▸ **Task requirements**:
Find every line in the records below that holds the word "what", and copy it out.

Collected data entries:
-- Opening Marker --
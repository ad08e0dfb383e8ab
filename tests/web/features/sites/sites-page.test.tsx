import { QueryClientProvider } from '@tanstack/react-query'
import { render, screen } from '@testing-library/react'
import { http, HttpResponse } from 'msw'
import { MemoryRouter } from 'react-router-dom'
import { beforeEach, describe, expect, it } from 'vitest'
import type { SiteListItem } from '#shared/schemas/site.ts'
import { buildCellColumns, buildSiteListItem, buildTotals, SITE_ID } from '#tests/factories/site-view.ts'
import { apiStandIn } from '#tests/setup/api-stand-in.ts'
import { SitesPage } from '#web/features/sites/sites-page.tsx'
import { createQueryClient } from '#web/lib/query-client.ts'

function openPage(sites: readonly SiteListItem[]) {
  apiStandIn.use(http.get('/api/sites', () => HttpResponse.json({ sites })))
  render(
    <QueryClientProvider client={createQueryClient()}>
      <MemoryRouter>
        <SitesPage />
      </MemoryRouter>
    </QueryClientProvider>,
  )
}

beforeEach(() => apiStandIn.use(http.get('/api/sites/:siteId/cells', () => HttpResponse.json(buildCellColumns()))))

describe('my sites', () => {
  it('says of each site what is short, in rework and ready, and leads to its Ground', async () => {
    const totals = buildTotals({ testsOwed: 2, testsRequired: 219, cellsInRework: 13, openOrders: 2, readyCm3: 3410 * 764_554.857984, readyCells: 92 })
    openPage([buildSiteListItem({ totals })])
    const row = await screen.findByRole('listitem')
    expect(screen.getByRole('link', { name: 'Alder Flats yard' }).getAttribute('href')).toBe(`/sites/${SITE_ID}/ground`)
    const facts = [...row.querySelectorAll('dd')].map((fact) => [...fact.children].map((part) => part.textContent))
    expect(facts).toEqual([
      ['2', 'of 219 required'],
      ['13 cells', '2 open orders'],
      ['3,410\u2009cy', '92 cells'],
    ])
    expect(row.textContent).toContain('You are here as QC lead')
  })

  it('says what to do to somebody who belongs to no site', async () => {
    openPage([])
    expect((await screen.findByText('No site yet')).parentElement?.textContent).toMatch(/QC lead of a site adds people/)
  })

  it('says that the sites are on their way, and what went wrong when they do not come', async () => {
    apiStandIn.use(http.get('/api/sites', () => HttpResponse.json({ code: 'forbidden', message: 'Sign in again.' }, { status: 403 })))
    render(
      <QueryClientProvider client={createQueryClient()}>
        <MemoryRouter>
          <SitesPage />
        </MemoryRouter>
      </QueryClientProvider>,
    )
    expect(screen.getByRole('status').getAttribute('aria-label')).toBe('Your sites are on their way')
    expect((await screen.findByRole('alert')).textContent).toMatch(/Sign in again\..*Nothing is lost/)
  })
})
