import type { QueryClient } from '@tanstack/react-query'
import { attachmentQueries } from '#web/data/attachment/queries.ts'
import { eventQueries } from '#web/data/event/queries.ts'
import { refresh, type Change } from '#web/data/refresh.ts'

/** A photo or document was added or withdrawn. */
export function attachmentChanged(client: QueryClient, siteId: string, change: Change): void {
  refresh(client, attachmentQueries.all(siteId), change)
  refresh(client, eventQueries.all(siteId), change)
}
-- Closing Marker --
▸ **Task output**:
  it('says of each site what is short, in rework and ready, and leads to its Ground', async () => {
  it('says what to do to somebody who belongs to no site', async () => {
  it('says that the sites are on their way, and what went wrong when they do not come', async () => {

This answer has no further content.